The woman smiled slightly and took Aguila’s fizz. I watched as she rolled the glass between her long fingers before bringing it to her lips. When she joined me in the booth, she sat on my side rather than across from me.
“You’ve never come here before,” she said, a statement and not a question.
“No. I didn’t know places like this existed.”
She tilted her head, watching me like I was an interesting bird or insect that had rolled into her backyard.
“Most people who make it here are a little happier than that.”
“I’m not sure I’m a happy person,” I said, and when that sounded a little too much like a line Scottie Mannheim would write, I added, “Aguila brought me here. I needed to be away for a little while.”
“Well, dear, this is away all right. I’ll say thank you for Aguila’s drink and move on if you want to be away and alone…”
I surprised myself by reaching for her hand, pressing it down to the table under mine. She was cool to the touch, but then I realized that that was because I was warm. It was as if the Santa Anas had blown a curl of fire into me, and now it was eating me carefully from the inside. She glanced at the white bandages that I had wrapped around my palms at the studio, covering the wounds the wires had given me, but she said nothing.

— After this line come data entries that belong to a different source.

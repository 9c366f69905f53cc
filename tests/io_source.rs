//! The point source: header first, then chunks that, joined in order, equal `read_cloud`'s
//! cloud, for every point-cloud file in tests/data and chunk sizes from 1 point up.

use std::path::{Path, PathBuf};

use equiscan::Cloud;
use equiscan::io::{PointSource, read_cloud};

fn data_files() -> Vec<PathBuf> {
    let root = Path::new(env!("CARGO_MANIFEST_DIR")).join("tests/data");
    let mut out = Vec::new();
    for dir in ["las", "ply", "bunny"] {
        for e in std::fs::read_dir(root.join(dir)).unwrap() {
            let p = e.unwrap().path();
            let ext = p.extension().and_then(|e| e.to_str()).unwrap_or("");
            if ["las", "laz", "ply"].contains(&ext) {
                out.push(p);
            }
        }
    }
    out.sort();
    out
}

/// Appends `b` to `a` (same attributes).
fn append(a: &mut Cloud, b: Cloud) {
    assert_eq!(a.origin, b.origin, "every chunk has the cloud's origin");
    a.positions.extend(b.positions);
    fn cat<T>(x: &mut Option<Vec<T>>, y: Option<Vec<T>>) {
        assert_eq!(x.is_some(), y.is_some());
        if let (Some(x), Some(y)) = (x.as_mut(), y) {
            x.extend(y);
        }
    }
    cat(&mut a.intensity, b.intensity);
    cat(&mut a.color, b.color);
    cat(&mut a.normals, b.normals);
    cat(&mut a.classification, b.classification);
    cat(&mut a.return_number, b.return_number);
    cat(&mut a.gps_time, b.gps_time);
    assert_eq!(a.records.is_some(), b.records.is_some());
    if let (Some(x), Some(y)) = (a.records.as_mut(), b.records) {
        x.bytes.extend(y.bytes);
    }
}

#[test]
fn chunks_joined_equal_read_cloud_for_every_test_file() {
    let files = data_files();
    assert!(files.len() >= 12, "{files:?}");
    for path in &files {
        let (whole, info) = read_cloud(path).unwrap();
        for chunk in [1usize, 7, 1000, 1 << 20] {
            let mut src = PointSource::open(path).unwrap();
            // The header comes first, before any point is read.
            assert_eq!(src.info(), &info, "{}", path.display());
            assert_eq!(src.remaining(), info.point_count);
            let mut joined: Option<Cloud> = None;
            let mut chunks = 0;
            while let Some(c) = src.next_chunk(chunk).unwrap() {
                assert!(!c.is_empty() && c.len() <= chunk);
                c.validate().unwrap();
                chunks += 1;
                match joined.as_mut() {
                    None => joined = Some(c),
                    Some(j) => append(j, c),
                }
            }
            assert_eq!(src.remaining(), 0);
            assert_eq!(chunks, whole.len().div_ceil(chunk), "{}", path.display());
            let joined = joined.unwrap_or_else(|| src.empty_cloud(0));
            assert_eq!(joined, whole, "{} in chunks of {chunk}", path.display());
        }
    }
}

#[test]
fn read_into_appends_to_one_growing_cloud() {
    let path = Path::new(env!("CARGO_MANIFEST_DIR")).join("tests/data/las/autzen.laz");
    let (whole, _) = read_cloud(&path).unwrap();
    let mut src = PointSource::open(&path).unwrap();
    let mut cloud = src.empty_cloud(10);
    let mut sizes = Vec::new();
    loop {
        let n = src.read_into(&mut cloud, 30).unwrap();
        if n == 0 {
            break;
        }
        sizes.push(n);
    }
    assert_eq!(sizes, vec![30, 30, 30, 16]);
    assert_eq!(cloud, whole);
}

“No, stay. I’m not going to talk much right now, but stay.”
I sounded imperious, and she snorted a little, but nodded and leaned back against the seat. One arm came out to drape over the booth behind my head, not around my shoulders, but corralling me close nonetheless.

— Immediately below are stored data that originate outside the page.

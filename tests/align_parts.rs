//! The demo part scans (scans/parts, synthetic; see scans/README.md): one structured-light view
//! of a small machined part (millimetres) registered onto its full reference scan with no
//! initial guess. Skips when scans/ is absent.
//!
//! The check that matters: no part gets a confident wrong pose. A pose is right when it fits
//! the scan onto the reference surface as well as the true pose does (fraction of scan points
//! within 0.5 mm of a reference point), and, for parts with no symmetry, also lies within 2° and
//! 1 % of the part's size of the true pose; for the symmetric parts (nut, flange) any pose that
//! fits the surface is accepted, as the symmetric poses are equivalent. Parts that align today
//! (see DEVELOPERS.md, Registration) must keep aligning; the others may improve, and the check
//! above makes sure that an improvement is right.

use std::path::Path;

use equiscan::align::{AlignParams, Reason, Rigid, Verdict, align_pair, rotation_error_deg};
use equiscan::cloud::Cloud;
use equiscan::io::read_cloud;
use equiscan::spatial::KdIndex;
use nalgebra::Vector3;

/// Fraction of (a stride sample of) SOURCE points that `tf` (file coordinates) puts within
/// `tol` of a TARGET point.
fn surface_fit(source: &Cloud, target: &Cloud, index: &KdIndex, tf: &Rigid, tol: f64) -> f64 {
    let stride = source.len().div_ceil(4000).max(1);
    let o = Vector3::from(target.origin);
    let (mut near, mut n) = (0usize, 0usize);
    for i in (0..source.len()).step_by(stride) {
        let p = tf.apply(&Vector3::from(source.global(i))) - o;
        let (_, d2) = index.nearest_one([p.x as f32, p.y as f32, p.z as f32]);
        n += 1;
        if (d2 as f64).sqrt() <= tol {
            near += 1;
        }
    }
    near as f64 / n.max(1) as f64
}

#[derive(Debug, PartialEq)]
enum Outcome {
    Aligned,
    Ambiguous,
    NotFound,
}

#[test]
fn part_scans_get_no_confident_wrong_pose() {
    let root = Path::new(env!("CARGO_MANIFEST_DIR"));
    let truth_file = root.join("scans/truth.json");
    if !truth_file.exists() {
        eprintln!("scans/ not present: skipped");
        return;
    }
    let v: serde_json::Value =
        serde_json::from_str(&std::fs::read_to_string(truth_file).unwrap()).unwrap();
    // Parts aligned with the default settings today (DEVELOPERS.md, Registration). None since
    // the rival rule counts rivals with half the overlap ("Rival rule at half the overlap"):
    // the elbow's half-turned rivals explain 10–13 of its 13 matches, and it is `ambiguous`.
    let must_align: [&str; 0] = [];
    for part in v["parts"].as_array().unwrap() {
        let name = part["name"].as_str().unwrap();
        let symmetric = part["symmetry"].as_str().unwrap_or("none") != "none";
        let m: [[f64; 4]; 4] = serde_json::from_value(part["pose"]["matrix"].clone()).unwrap();
        // The pose maps the reference into the scan; SOURCE = scan, TARGET = reference.
        let truth = Rigid::from_rows(&m).unwrap().inverse();
        let (source, _) =
            read_cloud(&root.join(format!("scans/parts/tray/{name}_scan.ply"))).unwrap();
        let (target, _) =
            read_cloud(&root.join(format!("scans/parts/reference/{name}.ply"))).unwrap();
        let index = KdIndex::new(&target.positions).unwrap();
        let (lo, hi) = target.global_bounds().unwrap();
        let size = (Vector3::from(hi) - Vector3::from(lo)).norm();
        let mut c = Vector3::zeros();
        for i in 0..source.len() {
            c += Vector3::from(source.global(i));
        }
        c /= source.len() as f64;

        let a = align_pair(&source, &target, &AlignParams::default()).unwrap();
        let rot = rotation_error_deg(&a.transform.rotation, &truth.rotation);
        let trans = (a.transform.apply(&c) - truth.apply(&c)).norm();
        let fit = surface_fit(&source, &target, &index, &a.transform, 0.5);
        let fit_truth = surface_fit(&source, &target, &index, &truth, 0.5);
        let fits = fit >= 0.95 * fit_truth;
        let right = fits && (symmetric || (rot <= 2.0 && trans <= 0.01 * size));
        let outcome = match a.verdict {
            Verdict::Confident => Outcome::Aligned,
            Verdict::Ambiguous(_) | Verdict::NotFound(Reason::AmbiguousSymmetricShape) => {
                Outcome::Ambiguous
            }
            Verdict::NotFound(_) => Outcome::NotFound,
        };
        eprintln!(
            "{name}: {outcome:?}, rotation error {rot:.2}°, translation error {trans:.2} mm, \
             surface fit {fit:.3} (true pose {fit_truth:.3})"
        );
        assert!(
            a.verdict != Verdict::Confident || right,
            "{name}: confident but wrong (rotation error {rot:.2}°, surface fit {fit:.3})"
        );
        if must_align.contains(&name) {
            assert_eq!(outcome, Outcome::Aligned, "{name}");
        }
    }
}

She sent one of the rare waitresses for a vodka on the rocks, and she sipped it with one foot slung up on the seat across from us. She seemed as inclined to quiet as I was, and as I watched her, she watched the room, the groups of women gathered at the shadowed edges, the couples that didn’t so much dance as rock slowly in each other’s arms. There was a record on, and Joey Fletcher’s sweet, soulful voice floated over us, telling us she’d never lie to us, make us cry, or deny us.